Filter these entries down to lines holding "models".
START Data
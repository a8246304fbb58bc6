"""The range of real parts of the circuit models' component values, declared once: the
solver holds the values a user gives to it, and the installation file reader too."""

from __future__ import annotations

from ..errors import InputError

__all__ = ["COMPONENT_RANGES", "check_component"]


#: Component values of the circuit models, by the unit the model gives each one: the range
#: of real parts [lo, hi] and why. A zero is left to the model (some parts may be left out
#: with 0). The installation file holds its values to the same ranges.
COMPONENT_RANGES: dict[str, tuple[float, float, str]] = {
    "ohm": (1e-6, 1e16, "1 uohm, an ideal switch's stand-in, to 1e16 ohm, an open part"),
    "F": (1e-12, 0.1, "1 pF to 100 mF"),
    "H": (1e-9, 10.0, "1 nH to 10 H"),
    "V": (0.1, 1000.0, "a diode's threshold to past a rectified mains peak"),
    "A": (1e-6, 100.0, "1 uA to 100 A in a lamp or dimmer"),
    "s": (1e-9, 1.0, "1 ns to 1 s"),
    "Hz": (1.0, 1e7, "1 Hz to 10 MHz"),
    "W": (0.0, 1e4, "a lamp's or dimmer's own power"),
    "deg": (0.0, 180.0, "a half cycle"),
    "-": (0.0, 100.0, "a ratio or a small count"),
}


def check_component(where: str, name: str, value: float, unit: str) -> None:
    """Raise InputError naming ``where`` and ``name`` when a given component value is
    outside the range of real parts of its unit (:data:`COMPONENT_RANGES`; 0 is allowed)."""
    r = COMPONENT_RANGES.get(unit)
    if r is None or value == 0:
        return
    lo, hi, why = r
    if not lo <= value <= hi:
        raise InputError(f"{where} {name}: expected {lo:g} to {hi:g} [{unit}] ({why}), got "
                         f"{value:g}")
END Data
● **Written answer**:
"""The range of real parts of the circuit models' component values, declared once: the
#: Component values of the circuit models, by the unit the model gives each one: the range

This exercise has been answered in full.